Gerhard Bäurle schrieb:


> Der Trend geht ja klar Richtung HTML5-Visualisierungen, die
> im Browser laufen, also Endgeräte-unabhängig sind.


Wie man am Java sieht, begibt man sich damit in totale Abhängigkeit von den Browser-Herstellern und PC/Smartgerät-Betriebssystem-Herstellern, die ganz sicher dafür sorgen werden, das lange vor Ende der Lebenszeit der Anlage/des Hauses die WebVisu nicht mehr benutzbar sein wird - und wenn man nur die WebVisu zur Bedienung hat, dann auch die Anlage nicht mehr bedienen kann. Eine Visu auf einem Endgerät wäre wenigstens so lange benutzbar wie das Endgerät hält. Doch Hauptsache die Erst-Installation ist super billig gewesen...

Harald


----------



## Rewe2000 (9 März 2017)

Für den Privatbereich ist für mich nichtmal der Anschaffungspreis für eine Gute und dauerhafte Lösung so sehr ausschlaggebend, vielmehr stellen auch die Stromkosten für den Betrieb noch einen nicht zu unterschätzenden Faktor dar. Deshalb kann ich mich mit externen Displays derzeit nicht so sehr anfreunden.
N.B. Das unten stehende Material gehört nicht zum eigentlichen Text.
import { readdirSync, readFileSync } from 'node:fs';
import { join } from 'node:path';
import { InputError } from '../contracts/input-error.js';
import { BUNDLE_METADATA_FILE, validateBundleMetadata, type BundleMetadata } from './bundle-metadata.js';
import { readNumericTable } from './csv-table.js';
import { assembleDataVector, tableValues, type DataVector } from './data-vector.js';
import { checkSameBins, readStatisticTable, type StatisticTable } from './statistic-table.js';

/** A loaded measurement bundle: metadata, the statistic tables and the data vector. */
export interface MeasurementBundle {
  readonly folder: string;
  readonly metadata: BundleMetadata;
  readonly power: StatisticTable | undefined;
  readonly bispectrum: StatisticTable | undefined;
  readonly dataVector: DataVector;
}

function parseJson(path: string, label: string): unknown {
  let text: string;
  try {
    text = readFileSync(path, 'utf8');
  } catch (e) {
    throw new InputError(`${label}: cannot read the file (${(e as Error).message})`, { where: label });
  }
  try {
    return JSON.parse(text);
  } catch (e) {
    throw new InputError(`${label}: not valid JSON (${(e as Error).message})`, { where: label });
  }
}

/** Load `<folder>/measurement.json` and the tables it names. */
export function loadMeasurementBundle(folder: string): MeasurementBundle {
  const metadata = validateBundleMetadata(parseJson(join(folder, BUNDLE_METADATA_FILE), join(folder, BUNDLE_METADATA_FILE)), BUNDLE_METADATA_FILE);
  const read = (files: BundleMetadata['power'], statistic: 'P' | 'B') =>
    files ? readStatisticTable(readNumericTable(join(folder, files.table), files.table), statistic, files.dk) : undefined;
  const power = read(metadata.power, 'P');
  const bispectrum = read(metadata.bispectrum, 'B');
  return { folder, metadata, power, bispectrum, dataVector: assembleDataVector([power, bispectrum]) };
}

function csvFiles(folder: string, sub: string): string[] {
  let names: string[];
  try {
    names = readdirSync(join(folder, sub)).filter((n) => n.endsWith('.csv'));
  } catch (e) {
    throw new InputError(`realisations folder ${sub}: cannot read it (${(e as Error).message})`, { where: sub });
  }
  return names.sort().map((n) => join(sub, n));
}

/**
 * The mock realisations named by `realisations` in the metadata, one data
 * vector per mock (rows of the returned array). Power and bispectrum tables are
 * paired by their position in name order; each must have the measurement's bins.
 */
export function loadBundleRealisations(bundle: MeasurementBundle): Float64Array[] {
  const r = bundle.metadata.realisations;
  if (!r) throw new InputError(`${BUNDLE_METADATA_FILE}: realisations is not given, so there are no mocks for a sample covariance`, { where: 'realisations' });
  const lists = [r.power ? csvFiles(bundle.folder, r.power) : undefined, r.bispectrum ? csvFiles(bundle.folder, r.bispectrum) : undefined];
  const counts = lists.filter((l): l is string[] => l !== undefined).map((l) => l.length);
  if (counts.some((c) => c !== counts[0])) throw new InputError(`realisations: ${r.power} has ${lists[0]?.length} tables but ${r.bispectrum} has ${lists[1]?.length}`, { where: 'realisations' });
  const out: Float64Array[] = [];
  for (let i = 0; i < counts[0]; i++) {
    const one = (list: string[] | undefined, ref: StatisticTable | undefined) => {
      if (!list || !ref) return undefined;
      const t = readStatisticTable(readNumericTable(join(bundle.folder, list[i]), list[i]), ref.statistic, ref.dk);
      checkSameBins(ref, t);
      return t;
    };
    out.push(tableValues([one(lists[0], bundle.power), one(lists[1], bundle.bispectrum)]));
  }
  return out;
}
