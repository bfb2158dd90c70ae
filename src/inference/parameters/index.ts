export * from './priors.js';
export * from './safe-expression.js';
export * from './parameter-space.js';
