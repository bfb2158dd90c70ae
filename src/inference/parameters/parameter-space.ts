import { InputErrors } from '../../contracts/input-error.js';
import { logPriorDensity, priorProblems, type PriorSpec } from './priors.js';
import { compileSafeExpression, type SafeExpression } from './safe-expression.js';

/**
 * The parameters of a fit, JSON-serialisable, one entry per name, in order:
 *   { "value": 0.6736 }                                  fixed;
 *   { "prior": {...}, "start"?: number }                 free, sampled (theta, in declared order);
 *   { "prior": {...}, "marginalise": true }             free, marginalised analytically
 *                                                        (prior gaussian without bounds, or flat);
 *   { "derived": "f * sigma8" }                          derived by a safe expression of parameters
 *                                                        declared above it and of the quantities the
 *                                                        model provides (for example sigma8).
 */
export type ParameterSpec =
  | { readonly value: number }
  | { readonly prior: PriorSpec; readonly start?: number; readonly marginalise?: boolean }
  | { readonly derived: string };

export type ParameterSpecs = Readonly<Record<string, ParameterSpec>>;

export interface MarginalisedParameter {
  readonly name: string;
  /** Gaussian prior mean and sigma; sigma = Infinity for a flat prior. */
  readonly mean: number;
  readonly sigma: number;
}

export class ParameterSpace {
  /** Sampled parameters, in theta order. */
  readonly free: readonly string[];
  readonly priors: readonly PriorSpec[];
  readonly starts: Float64Array;
  readonly fixed: Readonly<Record<string, number>>;
  readonly marginalised: readonly MarginalisedParameter[];
  readonly derived: readonly { readonly name: string; readonly expression: SafeExpression }[];

  /** `provided`: names of quantities the model computes, usable in derived expressions. */
  constructor(specs: ParameterSpecs, provided: readonly string[] = []) {
    const problems: string[] = [];
    const free: string[] = [];
    const priors: PriorSpec[] = [];
    const starts: number[] = [];
    const fixed: Record<string, number> = {};
    const marginalised: MarginalisedParameter[] = [];
    const derived: { name: string; expression: SafeExpression }[] = [];
    const known = new Set<string>(provided);
    if (typeof specs !== 'object' || specs === null) throw new InputErrors(['parameters must be an object of named parameter entries']);
    for (const [name, s] of Object.entries(specs)) {
      const key = `parameters.${name}`;
      if (!/^[A-Za-z][A-Za-z0-9_]*$/.test(name)) problems.push(`${key}: a parameter name must be letters, digits and _, starting with a letter`);
      if (typeof s !== 'object' || s === null) {
        problems.push(`${key} must be an object: { value }, { prior }, or { derived }`);
        continue;
      }
      const kinds = ['value', 'prior', 'derived'].filter((k) => k in s);
      if (kinds.length !== 1) {
        problems.push(`${key} must have exactly one of value, prior, derived (found ${kinds.join(', ') || 'none'})`);
        continue;
      }
      const allowedKeys = { value: ['value'], prior: ['prior', 'start', 'marginalise'], derived: ['derived'] }[kinds[0]] as string[];
      for (const k of Object.keys(s)) if (!allowedKeys.includes(k)) problems.push(`${key}.${k} is not a key of a ${kinds[0]} parameter (${allowedKeys.join(', ')})`);
      if ('value' in s) {
        if (typeof s.value !== 'number' || !Number.isFinite(s.value)) problems.push(`${key}.value must be a finite number, got ${JSON.stringify(s.value)}`);
        fixed[name] = s.value;
      } else if ('prior' in s) {
        const pp = priorProblems(s.prior, `${key}.prior`);
        problems.push(...pp);
        if (s.marginalise !== undefined && typeof s.marginalise !== 'boolean') problems.push(`${key}.marginalise must be true or false`);
        if (s.marginalise) {
          const p = s.prior;
          if (pp.length === 0 && !(p.kind === 'flat' || (p.kind === 'gaussian' && p.min === undefined && p.max === undefined))) {
            problems.push(`${key}: analytic marginalisation needs a gaussian prior without bounds or a flat prior, got ${p.kind}${p.kind === 'gaussian' ? ' with bounds' : ''}`);
          }
          if (s.start !== undefined) problems.push(`${key}.start has no use for a marginalised parameter`);
          marginalised.push({ name, mean: p.kind === 'gaussian' ? p.mean : 0, sigma: p.kind === 'gaussian' ? p.sigma : Infinity });
        } else {
          if (pp.length === 0 && s.prior.kind === 'flat') problems.push(`${key}: a flat (improper) prior is only allowed with "marginalise": true`);
          if (s.start !== undefined && (typeof s.start !== 'number' || !Number.isFinite(s.start))) problems.push(`${key}.start must be a finite number`);
          free.push(name);
          priors.push(s.prior);
          starts.push(s.start ?? defaultStart(s.prior));
        }
      } else {
        try {
          derived.push({ name, expression: compileSafeExpression(s.derived, known, `${key}.derived`) });
        } catch (e) {
          problems.push((e as Error).message);
        }
      }
      if (provided.includes(name)) problems.push(`${key} clashes with a quantity the model provides (${provided.join(', ')})`);
      known.add(name);
    }
    free.forEach((n, i) => {
      if (problems.length === 0 && !Number.isFinite(logPriorDensity(priors[i], starts[i]))) problems.push(`parameters.${n}.start (${starts[i]}) lies outside its prior`);
    });
    if (problems.length) throw new InputErrors(problems);
    this.free = free;
    this.priors = priors;
    this.starts = Float64Array.from(starts);
    this.fixed = fixed;
    this.marginalised = marginalised;
    this.derived = derived;
  }

  get dimension(): number {
    return this.free.length;
  }

  /** Sum of the log prior densities of the sampled parameters (-Infinity outside a support). */
  logPrior(theta: Float64Array): number {
    let s = 0;
    for (let i = 0; i < this.priors.length; i++) s += logPriorDensity(this.priors[i], theta[i]);
    return s;
  }

  /**
   * Named values at theta: fixed, sampled, then derived in declaration order.
   * `provided` quantities (from the model) are visible to derived expressions and included.
   */
  values(theta: Float64Array, provided: Readonly<Record<string, number>> = {}): Record<string, number> {
    const out: Record<string, number> = { ...provided, ...this.fixed };
    for (let i = 0; i < this.free.length; i++) out[this.free[i]] = theta[i];
    for (const d of this.derived) out[d.name] = d.expression.evaluate(out);
    return out;
  }
}

function defaultStart(p: PriorSpec): number {
  switch (p.kind) {
    case 'uniform':
      return 0.5 * (p.min + p.max);
    case 'gaussian':
      return Math.min(Math.max(p.mean, p.min ?? -Infinity), p.max ?? Infinity);
    case 'log-uniform':
      return Math.sqrt(p.min * p.max);
    case 'flat':
      return 0;
  }
}
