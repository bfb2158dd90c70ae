import { mkdirSync, writeFileSync } from 'node:fs';
import { join } from 'node:path';
import { BUNDLE_FORMAT, BUNDLE_METADATA_FILE, type LineOfSight } from './bundle-metadata.js';

/**
 * Writes a measurement bundle in the layout `loadMeasurementBundle` reads
 * (docs/conventions.md, "Measurement bundles"): `measurement.json` plus one CSV
 * table per statistic. Numbers are written in shortest round-trip form, so a
 * written and re-read bundle holds exactly the same values.
 */
export interface StatisticColumns {
  /** Bin centres: 1 per bin for P, 3 per bin (k1 >= k2 >= k3) for B. */
  readonly centres: ArrayLike<number>;
  readonly effective: ArrayLike<number>;
  /** Mode (P) or fundamental-triangle (B) counts per bin. */
  readonly counts: ArrayLike<number>;
  readonly dk: number;
  /** Even multipole orders, one value column each. */
  readonly multipoles: readonly number[];
  readonly values: readonly ArrayLike<number>[];
}

export interface BundleToWrite {
  readonly description?: string;
  readonly redshift: number;
  readonly numberDensity: number;
  readonly lineOfSight: LineOfSight;
  readonly boxSize?: number;
  readonly surveyVolume?: number;
  readonly fiducialCosmology: Readonly<Record<string, number>>;
  readonly power?: StatisticColumns;
  readonly bispectrum?: StatisticColumns;
  /** Row-major covariance in data-vector order, written as covariance.csv. */
  readonly covariance?: { readonly matrix: ArrayLike<number>; readonly size: number };
}

const POWER_FILE = 'power.csv';
const BISPECTRUM_FILE = 'bispectrum.csv';
const COVARIANCE_FILE = 'covariance.csv';

function tableText(kind: 'P' | 'B', t: StatisticColumns): string {
  const sides = kind === 'P' ? 1 : 3;
  const head =
    kind === 'P'
      ? ['k_centre', 'k_eff', 'modes']
      : ['k1_centre', 'k2_centre', 'k3_centre', 'k1_eff', 'k2_eff', 'k3_eff', 'triangles'];
  const lines = [[...head, ...t.multipoles.map((l) => `${kind}${l}`)].join(',')];
  const rows = t.counts.length;
  for (let r = 0; r < rows; r++) {
    const cells: number[] = [];
    for (let s = 0; s < sides; s++) cells.push(t.centres[r * sides + s]);
    for (let s = 0; s < sides; s++) cells.push(t.effective[r * sides + s]);
    cells.push(t.counts[r]);
    for (const v of t.values) cells.push(v[r]);
    lines.push(cells.map((x) => String(x)).join(','));
  }
  return `${lines.join('\n')}\n`;
}

/** Header cells of a covariance file: the block, then the bin centres ("P2 k=0.05", "B0 k=0.1/0.08/0.05"). */
function entryHeaders(kind: 'P' | 'B', t: StatisticColumns | undefined): string[] {
  if (!t) return [];
  const sides = kind === 'P' ? 1 : 3;
  const out: string[] = [];
  for (const l of t.multipoles) {
    for (let r = 0; r < t.counts.length; r++) {
      out.push(`${kind}${l} k=${Array.from({ length: sides }, (_, s) => t.centres[r * sides + s]).join('/')}`);
    }
  }
  return out;
}

export function writeMeasurementBundle(folder: string, b: BundleToWrite): void {
  mkdirSync(folder, { recursive: true });
  const meta: Record<string, unknown> = { format: BUNDLE_FORMAT };
  if (b.description) meta.description = b.description;
  meta.redshift = b.redshift;
  meta.numberDensity = b.numberDensity;
  meta.lineOfSight = b.lineOfSight;
  if (b.boxSize !== undefined) meta.boxSize = b.boxSize;
  if (b.surveyVolume !== undefined) meta.surveyVolume = b.surveyVolume;
  meta.fiducialCosmology = b.fiducialCosmology;
  if (b.power) {
    writeFileSync(join(folder, POWER_FILE), tableText('P', b.power));
    meta.power = { table: POWER_FILE, dk: b.power.dk };
  }
  if (b.bispectrum) {
    writeFileSync(join(folder, BISPECTRUM_FILE), tableText('B', b.bispectrum));
    meta.bispectrum = { table: BISPECTRUM_FILE, dk: b.bispectrum.dk };
  }
  if (b.covariance) {
    const { matrix, size } = b.covariance;
    const labels = [...entryHeaders('P', b.power), ...entryHeaders('B', b.bispectrum)];
    if (labels.length !== size) throw new Error(`covariance of size ${size} for a data vector of ${labels.length} entries`);
    const lines: string[] = [labels.join(',')];
    for (let i = 0; i < size; i++) lines.push(Array.from({ length: size }, (_, j) => String(matrix[i * size + j])).join(','));
    writeFileSync(join(folder, COVARIANCE_FILE), `${lines.join('\n')}\n`);
    meta.covarianceMatrix = COVARIANCE_FILE;
  }
  writeFileSync(join(folder, BUNDLE_METADATA_FILE), `${JSON.stringify(meta, null, 2)}\n`);
}
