import type { DataVectorEntry } from '../contracts/statistic-model.js';
import type { StatisticTable } from './statistic-table.js';

/**
 * The measured data vector: blocks P0, P2, ... (each over the k bins in
 * increasing k) then B0, B2, ... (each over the triangle bins in table order).
 * This is the order of a covariance-matrix file and of every model vector.
 */
export interface MeasuredEntry extends DataVectorEntry {
  readonly statistic: 'P' | 'B';
  readonly ell: number;
  /** Bin centres (one for P, three with k1 >= k2 >= k3 for B). */
  readonly k: readonly number[];
  readonly kEffective: readonly number[];
  /** Shell indices of the centres on their grid. */
  readonly shells: readonly number[];
  /** Mode count (P) or fundamental-triangle count (B). */
  readonly count: number;
  /** Row of the bin in its table (0-based). */
  readonly bin: number;
}

export interface DataVector {
  readonly entries: readonly MeasuredEntry[];
  readonly values: Float64Array;
}

export function assembleDataVector(tables: readonly (StatisticTable | undefined)[]): DataVector {
  const entries: MeasuredEntry[] = [];
  const values: number[] = [];
  for (const t of tables) {
    if (!t) continue;
    t.multipoles.forEach((ell, m) => {
      for (let b = 0; b < t.size; b++) {
        const sl = (a: ArrayLike<number>) => Array.from({ length: t.sides }, (_, s) => a[b * t.sides + s]);
        entries.push({ block: `${t.statistic}${ell}`, statistic: t.statistic, ell, k: sl(t.centres), kEffective: sl(t.effective), shells: sl(t.shells), count: t.counts[b], bin: b });
        values.push(t.values[m][b]);
      }
    });
  }
  return { entries, values: Float64Array.from(values) };
}

/** Values of one table (a measurement or one mock) in data-vector order. */
export function tableValues(tables: readonly (StatisticTable | undefined)[]): Float64Array {
  return assembleDataVector(tables).values;
}

/** A short label for an entry, e.g. "P2[k=0.105]" or "B0[0.12,0.1,0.05]". */
export function entryLabel(e: DataVectorEntry): string {
  return `${e.block}[${e.k.length === 1 ? 'k=' : ''}${e.k.map((v) => Number(v.toPrecision(6))).join(',')}]`;
}
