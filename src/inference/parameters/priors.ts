/**
 * Priors of sampled parameters (log densities, normalised):
 *   uniform(min, max):      -ln(max - min) on [min, max];
 *   gaussian(mean, sigma):  -(x - mean)^2 / (2 sigma^2) - ln(sigma sqrt(2 pi)), optionally truncated
 *                           to [min, max] (the truncation is not renormalised: a constant);
 *   log-uniform(min, max):  -ln(x ln(max / min)) on [min, max], 0 < min;
 *   flat:                   improper unit density, allowed only for analytically marginalised parameters.
 * Outside the support the log density is -Infinity.
 */
export type PriorSpec =
  | { readonly kind: 'uniform'; readonly min: number; readonly max: number }
  | { readonly kind: 'gaussian'; readonly mean: number; readonly sigma: number; readonly min?: number; readonly max?: number }
  | { readonly kind: 'log-uniform'; readonly min: number; readonly max: number }
  | { readonly kind: 'flat' };

const LN_SQRT_2PI = 0.5 * Math.log(2 * Math.PI);

export function logPriorDensity(p: PriorSpec, x: number): number {
  switch (p.kind) {
    case 'uniform':
      return x >= p.min && x <= p.max ? -Math.log(p.max - p.min) : -Infinity;
    case 'gaussian': {
      if ((p.min !== undefined && x < p.min) || (p.max !== undefined && x > p.max)) return -Infinity;
      const z = (x - p.mean) / p.sigma;
      return -0.5 * z * z - Math.log(p.sigma) - LN_SQRT_2PI;
    }
    case 'log-uniform':
      return x >= p.min && x <= p.max ? -Math.log(x * Math.log(p.max / p.min)) : -Infinity;
    case 'flat':
      return 0;
  }
}

/** Problems with a prior specification, each naming `key`. */
export function priorProblems(p: unknown, key: string): string[] {
  const out: string[] = [];
  if (typeof p !== 'object' || p === null) return [`${key} must be an object with a "kind" (uniform, gaussian, log-uniform, flat)`];
  const v = p as Record<string, unknown>;
  const fields: Record<string, string[]> = { uniform: ['min', 'max'], gaussian: ['mean', 'sigma', 'min', 'max'], 'log-uniform': ['min', 'max'], flat: [] };
  const allowed = fields[String(v.kind)];
  if (!allowed) return [`${key}.kind must be uniform, gaussian, log-uniform or flat, got ${JSON.stringify(v.kind)}`];
  for (const k of Object.keys(v)) if (k !== 'kind' && !allowed.includes(k)) out.push(`${key}.${k} is not a field of a ${v.kind} prior (${allowed.join(', ')})`);
  const finite = (k: string, required: boolean) => {
    if (v[k] === undefined && !required) return;
    if (typeof v[k] !== 'number' || !Number.isFinite(v[k] as number)) out.push(`${key}.${k} must be a finite number, got ${JSON.stringify(v[k])}`);
  };
  if (v.kind === 'gaussian') {
    finite('mean', true);
    finite('sigma', true);
    finite('min', false);
    finite('max', false);
    if (typeof v.sigma === 'number' && !(v.sigma > 0)) out.push(`${key}.sigma must be positive, got ${v.sigma}`);
  } else if (v.kind !== 'flat') {
    finite('min', true);
    finite('max', true);
  }
  if (typeof v.min === 'number' && typeof v.max === 'number' && !(v.max > v.min)) out.push(`${key}: max (${v.max}) must exceed min (${v.min})`);
  if (v.kind === 'log-uniform' && typeof v.min === 'number' && !(v.min > 0)) out.push(`${key}.min must be positive for a log-uniform prior, got ${v.min}`);
  return out;
}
Das mit Java ist sicherlich nicht neu und kommt überraschend, deshalb hoffe ich ja, dass sich auch die Hersteller hierzu Gedanken gemacht haben, zumal ja die Geräte immer noch zu verkauft werden.


----------



## Blockmove (9 März 2017)

PN/DP schrieb:


> Wie man am Java sieht, begibt man sich damit in totale Abhängigkeit von den Browser-Herstellern und PC/Smartgerät-Betriebssystem-Herstellern, die ganz sicher dafür sorgen werden, das lange vor Ende der Lebenszeit der Anlage/des Hauses die WebVisu nicht mehr benutzbar sein wird - und wenn man nur die WebVisu zur Bedienung hat, dann auch die Anlage nicht mehr bedienen kann. Eine Visu auf einem Endgerät wäre wenigstens so lange benutzbar wie das Endgerät hält. Doch Hauptsache die Erst-Installation ist super billig gewesen...
> 
> Harald



Wago hat z.B. eine Android-App veröffentlicht. Damit funktioniert die Web-Visu in den meisten Fällen problemlos.
Es gibt ausserdem die Codesys-Visu und auch die von Gerhard vorgestellte Lösung.
Alle Lösungen sind sicherlich pflegeleichter als der Ersatz eines Protool-Panels.
Die Webvisu besteht im Prinzip aus der Runtime, die eben Java erfordert, und den eigentlichen Daten.
Diese sind als gepackte XML-Files abgelegt und somit im Klartext lesbar und auch verständlich.
Zugriff ist per FTP möglich.
Aus meiner Sicht kann man ein System kaum langfristiger auslegen.

Gruß
Blockmove


----------



## MSB (10 März 2017)

Weil ich betreff dieser Problematik auch ein wenig Recherchiere,
hat diese Projekt schon mal wer eingesetzt?
https://sourceforge.net/projects/webvisu/?source=navbar

Von allen Varianten die man so kennt, scheint das bisher mit die Interssanteste zu sein.


----------



## Blockmove (10 März 2017)

MSB schrieb:


> https://sourceforge.net/projects/webvisu/?source=navbar
> 
> Von allen Varianten die man so kennt, scheint das bisher mit die Interssanteste zu sein.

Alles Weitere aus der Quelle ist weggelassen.